Your answer must be a single number: the count of lines in the entries below that hold "QuoteBasis".

(THE INPUT Opens)

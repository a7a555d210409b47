import { index, pgTable, text, timestamp, uuid } from 'drizzle-orm/pg-core';
import { shops } from './shops';

/** Someone a shop frames for. */
export const customers = pgTable(
  'customers',
  {
    id: uuid('id').primaryKey().defaultRandom(),
    shopId: uuid('shop_id').notNull().references(() => shops.id, { onDelete: 'cascade' }),
    name: text('name').notNull(),
    email: text('email'),
    phone: text('phone'),
    /** Free-form shipping address as the customer gave it. */
    address: text('address'),
    notes: text('notes'),
    /** Set instead of deleting a customer who has jobs; archived customers leave the lists. */
    archivedAt: timestamp('archived_at', { withTimezone: true }),
    createdAt: timestamp('created_at', { withTimezone: true }).notNull().defaultNow(),
  },
  (t) => [index('customers_shop_idx').on(t.shopId)],
);

export type Customer = typeof customers.$inferSelect;
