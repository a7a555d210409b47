import { sql } from 'drizzle-orm';
import { index, integer, jsonb, pgEnum, pgTable, text, timestamp, uniqueIndex, uuid } from 'drizzle-orm/pg-core';
import { quoteStates, type QuoteBasis, type QuoteLine, type QuoteTerms } from '../../features/quotes/schema';
import { jobs } from './jobs';
import { members } from './members';
import { proofs } from './proofs';
import { shops } from './shops';

export const quoteState = pgEnum('quote_state', quoteStates);

/** One version of a job's price, built from its layout and the shop's price list. Amounts in whole cents. */
export const quotes = pgTable(
  'quotes',
  {
    id: uuid('id').primaryKey().defaultRandom(),
    shopId: uuid('shop_id').notNull().references(() => shops.id, { onDelete: 'cascade' }),
    jobId: uuid('job_id').notNull().references(() => jobs.id, { onDelete: 'cascade' }),
    /** 1, 2, 3... per job; versions are kept, a new one replaces the last sent. */
    version: integer('version').notNull(),
    state: quoteState('state').notNull().default('draft'),
    lines: jsonb('lines').$type<QuoteLine[]>().notNull(),
    subtotalCents: integer('subtotal_cents').notNull(),
    taxCents: integer('tax_cents').notNull(),
    totalCents: integer('total_cents').notNull(),
    /** The share asked before work starts (the shop's deposit share of the total). */
    depositCents: integer('deposit_cents').notNull(),
    /** The proof it travelled with, when sent. */
    proofId: uuid('proof_id').references(() => proofs.id, { onDelete: 'set null' }),
    /** Currency, markup, tax rate, deposit share and minimum as they stood when it was built; edits recompute with them. */
    terms: jsonb('terms').$type<QuoteTerms>(),
    /** The layout, version and frame it was computed from. */
    basis: jsonb('basis').$type<QuoteBasis>(),
    /** When it went to the customer with a proof. */
    sentAt: timestamp('sent_at', { withTimezone: true }),
    acceptedAt: timestamp('accepted_at', { withTimezone: true }),
    /** The name the customer typed when approving the proof it travelled with. */
    acceptedName: text('accepted_name'),
    createdBy: text('created_by').references(() => members.id, { onDelete: 'set null' }),
    createdAt: timestamp('created_at', { withTimezone: true }).notNull().defaultNow(),
  },
  (t) => [
    uniqueIndex('quotes_job_version_idx').on(t.jobId, t.version),
    /** At most one accepted quote per job: it is the price. */
    uniqueIndex('quotes_one_accepted_idx').on(t.jobId).where(sql`${t.state} = 'accepted'`),
    index('quotes_shop_idx').on(t.shopId),
  ],
);

export type QuoteRow = typeof quotes.$inferSelect;
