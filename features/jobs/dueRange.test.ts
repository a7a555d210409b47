import { describe, expect, it } from 'vitest';
import { dueDateText, dueRange, isPastDue } from './dueRange';

describe('due-date windows', () => {
  // Worked calendar examples (Gregorian calendar; 2027 is not a leap year).
  it('a week from 26 February 2027 ends on 5 March, across the short month', () => {
    expect(dueRange('week', new Date(2027, 1, 26))).toEqual({ dueFrom: '2027-02-26', dueTo: '2027-03-05' });
  });

  it('"past due" ends the day before, across a year boundary', () => {
    expect(dueRange('past', new Date(2027, 0, 1))).toEqual({ dueTo: '2026-12-31' });
  });

  it('thirty days from 15 December 2026 is 14 January 2027', () => {
    expect(dueRange('month', new Date(2026, 11, 15))).toEqual({ dueFrom: '2026-12-15', dueTo: '2027-01-14' });
  });

  it('"any" sets no bounds', () => {
    expect(dueRange('any', new Date(2027, 5, 1))).toEqual({});
  });

  it('a job due today is not past due; one due yesterday is', () => {
    const today = new Date(2027, 2, 1);
    expect(isPastDue('2027-03-01', today)).toBe(false);
    expect(isPastDue('2027-02-28', today)).toBe(true);
  });

  it('a due date reads as a weekday and day, with the year only when it is another year', () => {
    // Gregorian calendar: 14 December 2026 is a Monday, 9 April 2027 a Friday.
    const today = new Date(2026, 11, 2);
    const thisYear = dueDateText('2026-12-14', today);
    expect(thisYear).toMatch(/Mon/);
    expect(thisYear).toMatch(/14/);
    expect(thisYear).not.toMatch(/2026/);
    expect(dueDateText('2027-04-09', today)).toMatch(/Fri.*2027|2027.*Fri/);
  });
});
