import { useQuery } from '@tanstack/react-query';
import { useState } from 'react';
import { Pressable, StyleSheet, View } from 'react-native';
import { Button } from '../ui/Button';
import { Notice } from '../ui/Notice';
import { Text } from '../ui/Text';
import { TextField } from '../ui/TextField';
import { colors, radius, space } from '../ui/theme';
import { errorMessage } from '../ui/useFieldErrors';
import { useChangeJobStatus } from './queries';
import { authQueries } from '../auth/queries';
import { jobStatusLabels, type JobStatus } from './schema';
import { statusChoices } from './statusRules';

/** Pick one of the moves the shop's rules allow from here; a short note (or an owner's reason) goes into the activity log. */
export function StatusMover({ jobId, current }: { jobId: string; current: JobStatus }) {
  const change = useChangeJobStatus(jobId);
  const me = useQuery(authQueries.me());
  const [target, setTarget] = useState<JobStatus | null>(null);
  const [note, setNote] = useState('');
  const choices = me.data ? statusChoices(current, me.data.member.role) : [];
  const needsReason = choices.find((c) => c.status === target)?.needsReason ?? false;
  if (me.data && choices.length === 0) {
    return <Text variant="caption" testID="status-final">{`This job is ${jobStatusLabels[current].toLowerCase()}; its status no longer changes.`}</Text>;
  }

  const confirm = () => {
    if (!target) return;
    change.mutate({ status: target, ...(note.trim() ? { note: note.trim() } : {}) }, {
      onSuccess: () => {
        setTarget(null);
        setNote('');
      },
    });
  };

  return (
    <View style={styles.box}>
      <Text variant="label">Move this job to</Text>
      <View style={styles.chips} role="radiogroup" aria-label="Move this job to">
        {choices.map(({ status: s, needsReason: override }) => {
          const chosen = s === target;
          return (
            <Pressable
              key={s}
              role="radio"
              aria-checked={chosen}
              onPress={() => setTarget(s)}
              style={[styles.chip, chosen && styles.chosen]}
              testID={`status-${s}`}
            >
              <Text variant="label" style={chosen ? styles.chosenText : undefined}>
                {override ? `${jobStatusLabels[s]} without a proof` : jobStatusLabels[s]}
              </Text>
            </Pressable>
          );
        })}
      </View>
      {current === 'designing' || current === 'taken_in' ? (
        <Text variant="caption">Sending a proof moves the job to waiting for approval; the customer's approval moves it to approved.</Text>
      ) : null}
      {target ? (
        <View style={styles.confirm}>
          <TextField
            label={needsReason ? 'Reason for approving without a proof (required, kept in the log)' : 'Note for the log (optional)'}
            testID="status-note"
            value={note}
            onChangeText={setNote}
          />
          <View style={styles.actions}>
            <Button label="Not now" kind="quiet" onPress={() => setTarget(null)} />
            <Button label={`Move to ${jobStatusLabels[target]}`} busy={change.isPending} disabled={needsReason && !note.trim()} onPress={confirm} testID="status-confirm" />
          </View>
        </View>
      ) : null}
      {change.isError ? <Notice>{errorMessage(change.error) ?? ''}</Notice> : null}
    </View>
  );
}

const styles = StyleSheet.create({
  box: { gap: space.sm },
  chips: { flexDirection: 'row', flexWrap: 'wrap', gap: space.sm, paddingVertical: space.xs },
  chip: { borderWidth: 1, borderColor: colors.line, borderRadius: radius.md, paddingHorizontal: space.md, paddingVertical: space.sm, backgroundColor: colors.card },
  chosen: { backgroundColor: colors.accent, borderColor: colors.accent },
  chosenText: { color: colors.accentInk },
  confirm: { gap: space.sm },
  actions: { flexDirection: 'row', justifyContent: 'flex-end', gap: space.sm },
});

(THE INPUT Closes)

**RESULT OF THIS TASK:** 2